PROBLEM TO WORK ON ▸ Copy out precisely the line that holds "for (size_t e" and all the lines following it in the data, up to and including the last one, and no others.

RECORDS FOR THIS EXERCISE ▸
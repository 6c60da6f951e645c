/* SPDX-License-Identifier: MIT
 *
 * Least absolute deviations for lines of the longer side, by iteratively reweighted least squares (Schlossmacher 1973).
 *
 *     minimise  sum over the cells of line j of |U_i w - t_i|  +  ridge/2 |w|^2
 *
 * One round: c_i = e / max(|r_i|, e) with the residuals r of the w there is, then
 *
 *     w <- (sum c_i U_i'U_i + e ridge I)^-1 sum c_i U_i' t_i.
 *
 * For e > 0 that goes down the sum in which residuals below e count as r^2 / (2 e) + e/2 (Huber 1964), step by step
 * (Weiszfeld's argument: the weighted sum of squares touches it from above at the present w). The factor e keeps the
 * weights in (0, 1] however small the residuals are. A line with fewer cells than r and no ridge gets what the
 * breakdown rule of packed_cholesky picks.
 *
 * Cost a round: cells (r^2 / 2 + 2 r), r^3 / 6 a line. Parallel over lines, each with its own place for all it yields.
 */
#include "solve/stream_internal.h"

#include <assert.h>
#include <math.h>

struct fit_job {
    struct batches *batches;
    const struct absolute_fit *fit;
};

static double residual_at(const struct batches *b, struct matrix basis, const double *w, uint64_t c)
{
    const double *u = &MATRIX_AT(basis, b->by_long->across[c], 0);
    double residual = -cells_value(&b->field->problem->target, b->by_long, c);
    for (size_t k = 0; k < b->rank; k++)
        residual += u[k] * w[k];
    return residual;
}

/* system += c U_i'U_i, side += c U_i' x */
static void cell_gather(const double *u, double x, double c, double *system, double *side, size_t rank)
{
    for (size_t p = 0; p < rank; p++) {
        double part = c * u[p];
        side[p] += part * x;
        for (size_t q = 0; q <= p; q++)
            *system++ += part * u[q];
    }
}

static void line_round(const struct fit_job *job, uint32_t line, double *system, double *w)
{
    const struct batches *b = job->batches;
    const struct absolute_fit *fit = job->fit;
    double side[PACKED_INVERSE_MOST] = {0};
    size_t rank = b->rank;
    for (size_t e = 0; e < packed_size(rank); e++)
        system[e] = 0;
    for (size_t k = 0; k < rank; k++)
        system[packed_size(k) + k] = fit->least * fit->ridge;
    for (uint64_t c = b->by_long->start[line]; c < b->by_long->start[line + 1]; c++) {
        double share = fit->least / fmax(fabs(residual_at(b, fit->basis, w, c)), fit->least);
        cell_gather(&MATRIX_AT(fit->basis, b->by_long->across[c], 0),
                    cells_value(&b->field->problem->target, b->by_long, c), share, system, side, rank);
    }
    packed_cholesky(system, rank);
    packed_solve(system, rank, side);
    for (size_t k = 0; k < rank; k++)
        w[k] = side[k];
}

static void line_fit(void *argument, size_t k, size_t worker)
{
    const struct fit_job *job = argument;
    const struct batches *b = job->batches;
    const struct absolute_fit *fit = job->fit;
    uint32_t line = batch_line(b, k);
    double *w = &MATRIX_AT(fit->weights, line, 0), *sums = fit->sums + (size_t)line * 2;
    for (unsigned round = 0; round < fit->rounds; round++)
        line_round(job, line, batch_room(b, worker), w);
    sums[0] = sums[1] = 0;
    for (uint64_t c = b->by_long->start[line]; c < b->by_long->start[line + 1]; c++) {
        double residual = residual_at(b, fit->basis, w, c);
        sums[0] += fabs(residual);
        sums[1] += residual * residual;
    }
    for (size_t l = 0; l < b->rank; l++)
        MATRIX_AT(b->weights, k, l) = w[l];
}

void batch_fit_absolute(struct batches *batches, const struct absolute_fit *fit)
{
    struct fit_job job = {.batches = batches, .fit = fit};
    assert(batches->rank <= PACKED_INVERSE_MOST && (fit->rounds == 0 || fit->least > 0));
    batch_lines_run(batches, line_fit, &job);
}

RESPONSE FOR THIS EXERCISE ▸
    for (size_t e = 0; e < packed_size(rank); e++)
        system[e] = 0;
    for (size_t k = 0; k < rank; k++)
        system[packed_size(k) + k] = fit->least * fit->ridge;
    for (uint64_t c = b->by_long->start[line]; c < b->by_long->start[line + 1]; c++) {
        double share = fit->least / fmax(fabs(residual_at(b, fit->basis, w, c)), fit->least);
        cell_gather(&MATRIX_AT(fit->basis, b->by_long->across[c], 0),
                    cells_value(&b->field->problem->target, b->by_long, c), share, system, side, rank);
    }
    packed_cholesky(system, rank);
    packed_solve(system, rank, side);
    for (size_t k = 0; k < rank; k++)
        w[k] = side[k];
}

static void line_fit(void *argument, size_t k, size_t worker)
{
    const struct fit_job *job = argument;
    const struct batches *b = job->batches;
    const struct absolute_fit *fit = job->fit;
    uint32_t line = batch_line(b, k);
    double *w = &MATRIX_AT(fit->weights, line, 0), *sums = fit->sums + (size_t)line * 2;
    for (unsigned round = 0; round < fit->rounds; round++)
        line_round(job, line, batch_room(b, worker), w);
    sums[0] = sums[1] = 0;
    for (uint64_t c = b->by_long->start[line]; c < b->by_long->start[line + 1]; c++) {
        double residual = residual_at(b, fit->basis, w, c);
        sums[0] += fabs(residual);
        sums[1] += residual * residual;
    }
    for (size_t l = 0; l < b->rank; l++)
        MATRIX_AT(b->weights, k, l) = w[l];
}

void batch_fit_absolute(struct batches *batches, const struct absolute_fit *fit)
{
    struct fit_job job = {.batches = batches, .fit = fit};
    assert(batches->rank <= PACKED_INVERSE_MOST && (fit->rounds == 0 || fit->least > 0));
    batch_lines_run(batches, line_fit, &job);
}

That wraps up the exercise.